Norwich Union reveals Brits travel abroad for medical treatment

27 May 2005
As flights become ever cheaper and the world seems to shrink ever smaller, intrepid Brits are venturing abroad not only to sample foreign cultural delights but to have their hips replaced.

According to Norwich Union Healthcare's Health of the Nation Index, just under three-quarters (74 per cent) of GPs admit that their patients are travelling abroad for medical treatment because they are fed up with UK waiting lists.

Almost half (45 per cent) the patients who do go abroad for treatment do so for major operations such as heart surgery and hip replacement, with the most popular medical destinations including India, Costa Rica, South Africa, Germany, America and Thailand, the report states.

"I'm surprised by these results. I didn't realise that so many people are seeking diagnosis and treatment abroad," said Dr Ann Robinson, one of the GPs interviewed for the Index.
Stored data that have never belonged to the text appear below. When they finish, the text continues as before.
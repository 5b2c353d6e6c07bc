import { applyTransposed, factorise, type Qr } from './qr';

/**
 * The λ ≥ 0 and step that solve min |J·s + r|² + λ|D·s|² with |D·s| within a tenth of the trust
 * radius, or λ = 0 when the full step is inside: Moré's safeguarded Newton iteration on
 * φ(λ) = |D·s(λ)| − Δ.
 */
export function trustRegionStep(
  qr: Qr,
  projected: Float64Array,
  scale: Float64Array,
  trust: number,
  previous: number,
): { step: Float64Array; lambda: number } {
  const n = qr.columns;
  const full = dampedStep(qr, projected, scale, 0);
  let phi = full === null ? Infinity : scaledNorm(scale, full.step) - trust;
  if (full !== null && phi <= 0.1 * trust) return { step: full.step, lambda: 0 };
  let lower = full === null ? 0 : Math.max(0, phi / trust / full.slope);
  let upper = gradientNorm(qr, projected, scale) / trust || Number.MIN_VALUE;
  let lambda = Math.min(Math.max(previous, lower), upper);
  if (lambda === 0) lambda = upper * 1e-3;
  let best: Float64Array = new Float64Array(n);
  for (let i = 0; i < 20; i++) {
    const damped = dampedStep(qr, projected, scale, Math.max(lambda, 1e-300));
    if (damped === null) break;
    best = damped.step;
    const before = phi;
    phi = scaledNorm(scale, best) - trust;
    if (Math.abs(phi) <= 0.1 * trust || (lower === 0 && phi <= before && before < 0)) break;
    if (phi > 0) lower = Math.max(lower, lambda);
    else upper = Math.min(upper, lambda);
    lambda = Math.max(lower, lambda + phi / trust / damped.slope);
    if (lambda > upper) lambda = Math.sqrt(Math.max(lower, upper * 1e-3) * upper);
  }
  return { step: best, lambda };
}

/** The step at λ, and −φ′(λ)/|D·s|, both from the triangle of [R; √λ·D·P]. */
function dampedStep(
  qr: Qr,
  projected: Float64Array,
  scale: Float64Array,
  lambda: number,
): { step: Float64Array; slope: number } | null {
  const n = qr.columns;
  const kept = Math.min(n, qr.rows);
  const root = Math.sqrt(lambda);
  const rows = kept + (lambda > 0 ? n : 0);
  const a = new Float64Array(rows * n);
  const b = new Float64Array(rows);
  for (let j = 0; j < n; j++) {
    for (let k = 0; k <= Math.min(j, kept - 1); k++) a[j * rows + k] = qr.factors[j * qr.rows + k];
    if (lambda > 0) a[j * rows + kept + j] = root * scale[qr.pivots[j]];
  }
  for (let k = 0; k < kept; k++) b[k] = -projected[k];
  const triangle = factorise(a, rows, n, Number.EPSILON * 8);
  if (triangle.rank < n) return null;
  const y = applyTransposed(triangle, b);
  const inner = backSubstitute(triangle, y);
  const step = new Float64Array(n);
  for (let j = 0; j < n; j++) step[qr.pivots[triangle.pivots[j]]] = inner[j];
  const length = scaledNorm(scale, step);
  if (length === 0) return { step, slope: 1 };
  const w = new Float64Array(n);
  for (let j = 0; j < n; j++) {
    const p = qr.pivots[triangle.pivots[j]];
    w[j] = (scale[p] * scale[p] * step[p]) / length;
  }
  forwardSubstitute(triangle, w);
  const slope = w.reduce((total, value) => total + value * value, 0);
  return { step, slope };
}

function backSubstitute(qr: Qr, y: Float64Array): Float64Array {
  const n = qr.columns;
  const x = new Float64Array(n);
  for (let k = n - 1; k >= 0; k--) {
    let sum = y[k];
    for (let j = k + 1; j < n; j++) sum -= qr.factors[j * qr.rows + k] * x[j];
    x[k] = sum / qr.factors[k * qr.rows + k];
  }
  return x;
}

/** Solves Rᵀ·x = w in place. */
function forwardSubstitute(qr: Qr, w: Float64Array): void {
  for (let k = 0; k < qr.columns; k++) {
    let sum = w[k];
    for (let j = 0; j < k; j++) sum -= qr.factors[k * qr.rows + j] * w[j];
    w[k] = sum / qr.factors[k * qr.rows + k];
  }
}

/** |D⁻¹·Jᵀ·r|. */
function gradientNorm(qr: Qr, projected: Float64Array, scale: Float64Array): number {
  let total = 0;
  for (let j = 0; j < qr.columns; j++) {
    let sum = 0;
    for (let k = 0; k <= Math.min(j, qr.rows - 1); k++)
      sum += qr.factors[j * qr.rows + k] * projected[k];
    total += (sum / scale[qr.pivots[j]]) ** 2;
  }
  return Math.sqrt(total);
}

/** |J·step|. */
export function linearNorm(qr: Qr, step: Float64Array): number {
  const n = qr.columns;
  let sum = 0;
  for (let k = 0; k < Math.min(n, qr.rows); k++) {
    let row = 0;
    for (let j = k; j < n; j++) row += qr.factors[j * qr.rows + k] * step[qr.pivots[j]];
    sum += row * row;
  }
  return Math.sqrt(sum);
}

/** |D·a|. */
export function scaledNorm(scale: Float64Array, a: Float64Array): number {
  let sum = 0;
  for (let i = 0; i < scale.length; i++) sum += (scale[i] * a[i]) ** 2;
  return Math.sqrt(sum);
}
"If everything goes according to plan, having an operation in another country may seem like a good solution; however, patients must be fully aware that there are a number of risks associated with having an operation abroad which may not occur to them before they travel."

According to Norwich Union, risks include language barriers, which can make it difficult to understand complex procedures; coping without family and friends, and risking aggravating an existing condition, such as thrombosis, through air travel.